Farrell stated that they shifted some of their cash assets into risky assets during the sharp decline in February, describing the move as “a purchase made to lease, not to own.”

Noting that Bitcoin has risen by approximately 20-25% from its lows, the analyst stated that now is not the time to “act heroically,” and that accumulating some cash in the strengthening market would be wise.

Several critical factors underlie Farrell’s cautious stance. Oil prices nearing the $100 mark and ongoing geopolitical tensions continue to put pressure on the market.

Farrell noted that the market has almost completely abandoned expectations of interest rate cuts this year, and he does not expect the Fed to adopt an overly supportive stance in the near term. The analyst warned that the deterioration in private credit markets and widening credit margins could put indirect pressure on risky assets such as cryptocurrencies.

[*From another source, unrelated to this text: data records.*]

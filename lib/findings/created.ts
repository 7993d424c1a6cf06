// The stored findings of records created set-based (the sync push's runs of creates). A new truck
// or curing reading is judged on its own (lib/checks JUDGED_ONE_BY_ONE): a push of 100 trucks reads
// their placements and mixes once instead of every record of every day they fall on, which grew
// with the day (a placement's planned day reads all its trucks). Any other kind, or new rows that
// produce a finding about something else, leave the caller to judge their days again (store.ts).
// Creates only: an update or a delete can also take a finding away, which only a day's judgement sees.
import { and, eq, inArray } from "drizzle-orm";
import type { Executor } from "@/db";
import { mixDesigns, type projects } from "@/db/schema";
import { JUDGED_ONE_BY_ONE, evaluate, attention, toCheckInput } from "@/lib/checks";
import { localDate } from "@/lib/time/zone";
import { TRUCK_TIMES } from "./load";
import { findingRow, type FindingRow } from "./store";

type Row = Record<string, unknown>;
type Project = typeof projects.$inferSelect;
export type Placements = { placements: Row[]; mixes: Row[] };

/** The part of the rulebook's input each record type fills. */
const INPUT_OF: Record<string, keyof typeof JUDGED_ONE_BY_ONE> = { deliveries: "deliveries", "curing-readings": "curing" };

export const judgedOneByOne = (type: string) => type in INPUT_OF;

/** The rows' placements (as the caller read them) with their mixes, read in one statement if any. */
export async function withMixes(tx: Executor, projectId: string, placementRows: Row[]): Promise<Placements> {
  const mixIds = [...new Set(placementRows.map((p) => p.mixId).filter((id): id is string => typeof id === "string"))];
  const mixes = mixIds.length ? await tx.select().from(mixDesigns).where(and(eq(mixDesigns.projectId, projectId), inArray(mixDesigns.id, mixIds))) : [];
  return { placements: placementRows, mixes };
}

/**
 * The stored rows of the findings of new `rows` of `type`, judged on their own, each on the day the
 * day loader would store it (a truck is read on the days of its times and on its placement's planned
 * day: lib/findings/load.ts). Null when the type is not judged one by one, or when the new rows
 * produce a finding about anything but themselves (a placement with no cylinders): the days are then
 * judged whole, since that finding counts records the rows alone do not show.
 */
export function judgeNewRows(project: Project, type: string, rows: Row[], around: Placements): FindingRow[] | null {
  const key = INPUT_OF[type];
  if (!key) return null;
  const input = toCheckInput({ project, ...around, [key]: rows });
  const subject = JUDGED_ONE_BY_ONE[key];
  const byId = new Map(rows.map((r) => [String(r.id), r]));
  const findings = evaluate(input);
  if (findings.some((f) => f.subject.type !== subject || !byId.has(f.subject.id))) return null;
  const tz = project.timeZone;
  const planned = new Map(input.placements.map((p) => [p.id, localDate(p.plannedStart, tz)]));
  const on = (value: unknown) => (value instanceof Date || typeof value === "string" ? [localDate(new Date(value), tz)] : []);
  const daysRead = (row: Row) => {
    if (key === "curing") return on(row.readAt);
    const plannedDay = planned.get(String(row.placementId));
    return [...TRUCK_TIMES.flatMap((field) => on(row[field])), ...(plannedDay ? [plannedDay] : [])];
  };
  return attention(findings).flatMap((f) => {
    const date = localDate(new Date(f.at), tz);
    return daysRead(byId.get(f.subject.id)!).includes(date) ? [findingRow(project.id, date, f)] : [];
  });
}
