import { date, doublePrecision, index, jsonb, pgTable, text, uuid, varchar } from "drizzle-orm/pg-core";
import { projects } from "./auth";
import { idColumn, updatedAtColumn } from "./columns";
import { placements } from "./placements";

/**
 * The rulebook's findings (lib/checks) as the server last computed them, per project-local day:
 * recomputed in the same transaction as every write that can change them (lib/findings), and read
 * by the review table. Cautions and warnings only; information is not stored.
 */
export const checkFindings = pgTable(
  "check_findings",
  {
    id: idColumn(),
    projectId: uuid("project_id")
      .notNull()
      .references(() => projects.id, { onDelete: "cascade" }),
    /** Null for a day-level finding (cold weather) or a site-wide reading. */
    placementId: uuid("placement_id").references(() => placements.id),
    localDate: date("local_date", { mode: "string" }).notNull(),
    rule: varchar("rule", { length: 40 }).notNull(),
    severity: varchar("severity", { length: 16 }).notNull(),
    subjectType: varchar("subject_type", { length: 20 }).notNull(),
    subjectId: varchar("subject_id", { length: 80 }).notNull(),
    title: text("title").notNull(),
    message: text("message").notNull(),
    appliedValue: doublePrecision("applied_value"),
    appliedLimit: doublePrecision("applied_limit"),
    appliedUnit: varchar("applied_unit", { length: 20 }).notNull(),
    /** The Source of lib/checks (document, edition, clause, basis). */
    source: jsonb("source").notNull(),
    computedAt: updatedAtColumn(),
  },
  (t) => [index("check_findings_project_date_idx").on(t.projectId, t.localDate), index("check_findings_placement_idx").on(t.placementId)],
);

Despite short-term fluctuations and the lack of clear signs of “capitation,” Farrell maintains his long-term bull scenario. Predicting a reversal of fiscal and monetary headwinds in the second half of the year, the analyst has not changed his initial target of $115,000 for Bitcoin.

Another noteworthy point in the interview was Farrell’s confidence in the Hyperliquid ($HYPE) protocol. Farrell noted that $HYPE’s correlation with Bitcoin had fallen to around 0.40 (a very low rate for crypto assets), and argued that the platform’s ability to generate revenue from trading non-crypto assets like commodities and stocks made it a valuable diversification tool for portfolios.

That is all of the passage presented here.